━━━ Provided entries ━━━

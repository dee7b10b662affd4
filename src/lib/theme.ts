import { create } from 'zustand';

export const THEMES = ['light', 'bench'] as const;
export type Theme = (typeof THEMES)[number];

/** localStorage key holding the chosen theme. */
export const THEME_STORAGE_KEY = 'stillpoint.theme';

function readStored(): Theme {
  try {
    const v = window.localStorage.getItem(THEME_STORAGE_KEY);
    return v === 'bench' ? 'bench' : 'light';
  } catch {
    return 'light';
  }
}

function apply(theme: Theme): void {
  document.documentElement.dataset.theme = theme;
}

/** Apply the stored theme to <html>; call once before the first render. */
export function applyStoredTheme(): Theme {
  const t = readStored();
  apply(t);
  return t;
}

interface ThemeState {
  theme: Theme;
  setTheme(theme: Theme): void;
  toggle(): void;
}

export const useThemeStore = create<ThemeState>((set, get) => ({
  theme: typeof window === 'undefined' ? 'light' : readStored(),
  setTheme(theme) {
    apply(theme);
    try {
      window.localStorage.setItem(THEME_STORAGE_KEY, theme);
    } catch {
      // Storage may be unavailable (private mode); the theme still applies for this page.
    }
    set({ theme });
  },
  toggle() {
    get().setTheme(get().theme === 'light' ? 'bench' : 'light');
  },
}));
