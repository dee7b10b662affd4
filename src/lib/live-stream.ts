/**
 * The page's only WebSocket: `/ws` with the session cookie. Reconnects with exponential backoff
 * and resumes with `?since=<last seq>&epoch=<stream epoch>`, so no message is lost across a drop;
 * after a server restart (or when the server cannot replay what was missed) it gets
 * `stream.reset` and re-reads runs, jobs and the bench over HTTP. Drops duplicates by sequence
 * number; checks every message against `StreamMessageSchema`; pushes samples into the
 * live-sample store and updates or invalidates TanStack Query caches on point and run events.
 * When the server closes the socket because the session ended (code 4401) it shows the reason
 * and stops reconnecting.
 */
import type { QueryClient } from '@tanstack/react-query';
import { useEffect, useSyncExternalStore } from 'react';
import { backoffDelay } from '../../shared/backoff';
import { STREAM_CLOSE, StreamMessageSchema, type ClientMessage, type StreamMessage } from '../../shared/schemas/stream';
import { applyStreamMessage } from './apply-stream-message';
import { queryKeys } from './query-keys';

/** `signed-out`: the server closed the stream because the session ended; no reconnect until the next sign-in. */
export type LiveStatus = 'idle' | 'connecting' | 'open' | 'reconnecting' | 'closed' | 'signed-out';

/** The part of the browser WebSocket we use (a fake one in tests). */
export interface SocketLike {
  readyState: number;
  onopen: ((ev: unknown) => void) | null;
  onmessage: ((ev: { data: unknown }) => void) | null;
  onclose: ((ev: unknown) => void) | null;
  onerror: ((ev: unknown) => void) | null;
  send(data: string): void;
  close(code?: number, reason?: string): void;
}

export interface LiveStreamOptions {
  /** Builds the socket; default `new WebSocket(url)`. */
  createSocket?: (url: string) => SocketLike;
  /** Base URL of the stream; default ws(s)://<this host>/ws. */
  baseUrl?: () => string;
  /** First reconnect delay, ms. Default 500 ms. */
  initialBackoffMs?: number;
  /** Longest reconnect delay, ms. Default 10 s. */
  maxBackoffMs?: number;
  /** 0–1 random spread added to each delay (avoids a thundering herd). Default 0.2. */
  jitter?: number;
  /** Timers (fake ones in tests). */
  setTimer?: (cb: () => void, ms: number) => unknown;
  clearTimer?: (handle: unknown) => void;
  random?: () => number;
}

const OPEN = 1;

function defaultBaseUrl(): string {
  const { protocol, host } = window.location;
  return `${protocol === 'https:' ? 'wss:' : 'ws:'}//${host}/ws`;
}

export class LiveStream {
  private socket: SocketLike | null = null;
  private status: LiveStatus = 'idle';
  private users = 0;
  private failures = 0;
  private reconnectTimer: unknown = null;
  private heartbeatTimer: unknown = null;
  private heartbeatMs = 0;
  private watching: string | null = null;
  private readonly listeners = new Set<(m: StreamMessage) => void>();
  private readonly statusListeners = new Set<() => void>();
  private readonly opts: Required<LiveStreamOptions>;
  /** Sequence number of the last message handled; the resume point. */
  lastSeq: number | null = null;
  /** Stream epoch of `lastSeq` (a new one at each server start). */
  epoch: string | null = null;
  /** Why the server last closed the stream (its close reason), until the next open. */
  private notice: string | null = null;
  /** Messages that failed the contract (counted, not thrown). */
  rejected = 0;

  constructor(options: LiveStreamOptions = {}) {
    this.opts = {
      createSocket: options.createSocket ?? ((url) => new WebSocket(url) as unknown as SocketLike),
      baseUrl: options.baseUrl ?? defaultBaseUrl,
      initialBackoffMs: options.initialBackoffMs ?? 500,
      maxBackoffMs: options.maxBackoffMs ?? 10_000,
      jitter: options.jitter ?? 0.2,
      setTimer: options.setTimer ?? ((cb, ms) => setTimeout(cb, ms)),
      clearTimer: options.clearTimer ?? ((h) => clearTimeout(h as ReturnType<typeof setTimeout>)),
      random: options.random ?? Math.random,
    };
  }

  getStatus = (): LiveStatus => this.status;

  /** The server's reason for the last close it made (signed out, too many connections), or null. */
  getNotice = (): string | null => this.notice;

  subscribeStatus = (l: () => void): (() => void) => {
    this.statusListeners.add(l);
    return () => this.statusListeners.delete(l);
  };

  /** Listen to every accepted message, in sequence order. */
  subscribe(listener: (m: StreamMessage) => void): () => void {
    this.listeners.add(listener);
    return () => this.listeners.delete(listener);
  }

  /** Reference-counted connection: connects on the first user, closes after the last. */
  acquire(): () => void {
    this.users += 1;
    if (this.users === 1) this.connect();
    let released = false;
    return () => {
      if (released) return;
      released = true;
      this.users -= 1;
      if (this.users === 0) this.shutdown();
    };
  }

  /** Ask the server for a run's point and warning events (re-sent after every reconnect). */
  watch(runId: string | null): void {
    this.watching = runId;
    this.send({ type: 'watch', runId });
  }

  /** Sends a client message when open; false when it could not be sent now. */
  send(message: ClientMessage): boolean {
    if (!this.socket || this.socket.readyState !== OPEN) return false;
    this.socket.send(JSON.stringify(message));
    return true;
  }

  /** URL of the next connection: resumes after the last handled message of its epoch. */
  url(): string {
    const base = this.opts.baseUrl();
    if (this.lastSeq === null) return base;
    return `${base}?since=${this.lastSeq}${this.epoch === null ? '' : `&epoch=${encodeURIComponent(this.epoch)}`}`;
  }

  private setStatus(s: LiveStatus): void {
    if (this.status === s) return;
    this.status = s;
    for (const l of [...this.statusListeners]) l();
  }

  private connect(): void {
    this.clearReconnect();
    if (this.status === 'signed-out') this.notice = null;
    this.setStatus(this.failures > 0 ? 'reconnecting' : 'connecting');
    let socket: SocketLike;
    try {
      socket = this.opts.createSocket(this.url());
    } catch {
      this.scheduleReconnect();
      return;
    }
    this.socket = socket;
    socket.onopen = () => {
      if (this.socket !== socket) return;
      this.failures = 0;
      this.notice = null;
      this.setStatus('open');
      if (this.watching) this.send({ type: 'watch', runId: this.watching });
    };
    socket.onmessage = (ev) => {
      if (this.socket !== socket) return;
      this.armHeartbeat();
      this.handleRaw(ev.data);
    };
    socket.onerror = () => {
      // onclose follows and schedules the reconnect.
    };
    socket.onclose = (ev) => {
      if (this.socket !== socket) return;
      this.socket = null;
      this.clearHeartbeat();
      const { code, reason } = (ev ?? {}) as { code?: number; reason?: string };
      if (code === STREAM_CLOSE.sessionEnded || code === STREAM_CLOSE.tooManyConnections) this.notice = reason || null;
      if (code === STREAM_CLOSE.sessionEnded) {
        // The session is over: reconnecting would only be refused. The next sign-in starts afresh.
        this.failures = 0;
        this.setStatus('signed-out');
      } else if (this.users > 0) this.scheduleReconnect();
      else this.setStatus('closed');
    };
  }

  private handleRaw(data: unknown): void {
    let json: unknown;
    try {
      json = JSON.parse(typeof data === 'string' ? data : String(data));
    } catch {
      this.rejected += 1;
      return;
    }
    const parsed = StreamMessageSchema.safeParse(json);
    if (!parsed.success) {
      this.rejected += 1;
      return;
    }
    const m = parsed.data;
    if (m.type === 'lines.acked') {
      // An acknowledgement to this page's Web Serial bridge: not part of the numbered stream.
      for (const l of [...this.listeners]) l(m);
      return;
    }
    if (m.type === 'stream.opened') {
      this.heartbeatMs = m.heartbeatMs;
      this.armHeartbeat();
      // A new epoch numbers afresh from where the server starts this connection.
      if (this.lastSeq === null || m.epoch !== this.epoch) this.lastSeq = m.seq;
      this.epoch = m.epoch;
    } else if (m.type === 'stream.reset') {
      this.lastSeq = m.seq;
      this.epoch = m.epoch;
    } else {
      // A resumed connection may repeat what we already have; keep order, drop repeats.
      if (this.lastSeq !== null && m.seq <= this.lastSeq) return;
      this.lastSeq = m.seq;
    }
    for (const l of [...this.listeners]) l(m);
  }

  /** No message (heartbeats included) for 2.5 heartbeats: the connection is dead; reconnect. */
  private armHeartbeat(): void {
    this.clearHeartbeat();
    if (!(this.heartbeatMs > 0)) return;
    this.heartbeatTimer = this.opts.setTimer(() => {
      const s = this.socket;
      if (!s) return;
      this.socket = null;
      try {
        s.close(4000, 'heartbeat missed');
      } catch {
        // already closed
      }
      if (this.users > 0) this.scheduleReconnect();
    }, this.heartbeatMs * 2.5);
  }

  private clearHeartbeat(): void {
    if (this.heartbeatTimer !== null) this.opts.clearTimer(this.heartbeatTimer);
    this.heartbeatTimer = null;
  }

  private scheduleReconnect(): void {
    this.failures += 1;
    this.setStatus('reconnecting');
    const base = backoffDelay(this.failures, { initialMs: this.opts.initialBackoffMs, maxMs: this.opts.maxBackoffMs });
    const delay = base * (1 + this.opts.jitter * this.opts.random());
    this.clearReconnect();
    this.reconnectTimer = this.opts.setTimer(() => {
      this.reconnectTimer = null;
      if (this.users > 0) this.connect();
    }, delay);
  }

  private clearReconnect(): void {
    if (this.reconnectTimer !== null) this.opts.clearTimer(this.reconnectTimer);
    this.reconnectTimer = null;
  }

  private shutdown(): void {
    this.clearReconnect();
    this.clearHeartbeat();
    const s = this.socket;
    this.socket = null;
    this.failures = 0;
    s?.close(1000, 'done');
    if (this.status !== 'signed-out') this.setStatus('closed');
  }
}

let singleton: LiveStream | null = null;
let boundClient: QueryClient | null = null;
let unbind: (() => void) | null = null;

/** The page's one stream. */
export function getLiveStream(): LiveStream {
  singleton ??= new LiveStream();
  return singleton;
}

/** Routes the stream's messages into `queryClient` (once per client). */
function bindQueryClient(stream: LiveStream, queryClient: QueryClient): void {
  if (boundClient === queryClient) return;
  unbind?.();
  boundClient = queryClient;
  const stopMessages = stream.subscribe((m) => applyStreamMessage(m, queryClient));
  // Signed out by the server: re-check the session, whose 401 sends the page to sign in.
  const stopStatus = stream.subscribeStatus(() => {
    if (stream.getStatus() === 'signed-out') void queryClient.invalidateQueries({ queryKey: queryKeys.auth });
  });
  unbind = () => {
    stopMessages();
    stopStatus();
  };
}

/** The server's reason for closing the stream (e.g. "Signed out: your role changed; sign in again"), or null. */
export function useLiveStreamNotice(): string | null {
  const stream = getLiveStream();
  useSyncExternalStore(stream.subscribeStatus, stream.getStatus, stream.getStatus);
  return stream.getNotice();
}

/**
 * Keeps the live stream open while the calling component is mounted; with `runId`, asks for
 * that run's events. Returns the connection status.
 */
export function useLiveStream(queryClient: QueryClient, runId?: string | null): LiveStatus {
  const stream = getLiveStream();
  useEffect(() => {
    bindQueryClient(stream, queryClient);
    return stream.acquire();
  }, [stream, queryClient]);
  useEffect(() => {
    if (runId === undefined) return;
    stream.watch(runId);
    return () => stream.watch(null);
  }, [stream, runId]);
  return useSyncExternalStore(stream.subscribeStatus, stream.getStatus, stream.getStatus);
}
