def paint_points(case: Case, c: np.ndarray) -> np.ndarray:
    """Index of the region painting each point (n, 2) m (the last region containing it,
    holes excepted; −1 outside the body)."""
    owner = np.full(len(c), -1, dtype=np.int64)
    for k, r in enumerate(case.regions):
        x0, y0, x1, y1 = r.bounds
        near = (c[:, 0] >= x0) & (c[:, 0] <= x1) & (c[:, 1] >= y0) & (c[:, 1] <= y1)
        idx = np.flatnonzero(near)
        if idx.size == 0:
            continue
        px, py = c[idx, 0], c[idx, 1]
        inside = np.ones(idx.size, bool) if r.is_box else points_in_polygon(px, py, r.vertices)
        for hole in r.holes:
            inside &= ~points_in_polygon(px, py, hole)
        owner[idx[inside]] = k
    return owner


def exact_segment_faces(
    mesh: Mesh,
    seg: tuple[tuple[float, float], tuple[float, float]],
    cand: np.ndarray,
    tol: float,
) -> tuple[np.ndarray, np.ndarray, float]:
    """The exterior faces lying on segment ``seg`` of a mesh that follows the geometry
    exactly (centre within ``tol`` m of the segment, normal across it), looked for among
    the boundary faces ``cand`` (those near the segment); a mask over all boundary faces,
    their exchange fractions (1) and the fraction of the segment's length they cover."""
    p0, p1 = np.asarray(seg[0], float), np.asarray(seg[1], float)
    t, n, length = segment_frame(p0, p1)
    rel = mesh.b_centre[cand] - p0
    along = rel @ t
    near = (
        (np.abs(rel @ n) <= tol)
        & (along > tol)
        & (along < length - tol)
        & (np.abs(mesh.b_normal[cand] @ n) > 1.0 - 1e-6)
    )
    on = np.zeros(mesh.n_boundary_faces, dtype=bool)
    on[cand[near]] = True
    return on, np.ones(mesh.n_boundary_faces), float(np.sum(mesh.b_area[on])) / length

━━━

_Assignment_
Please give, as a bare number, how many lines in the listing above contain "function".

_Response below_
8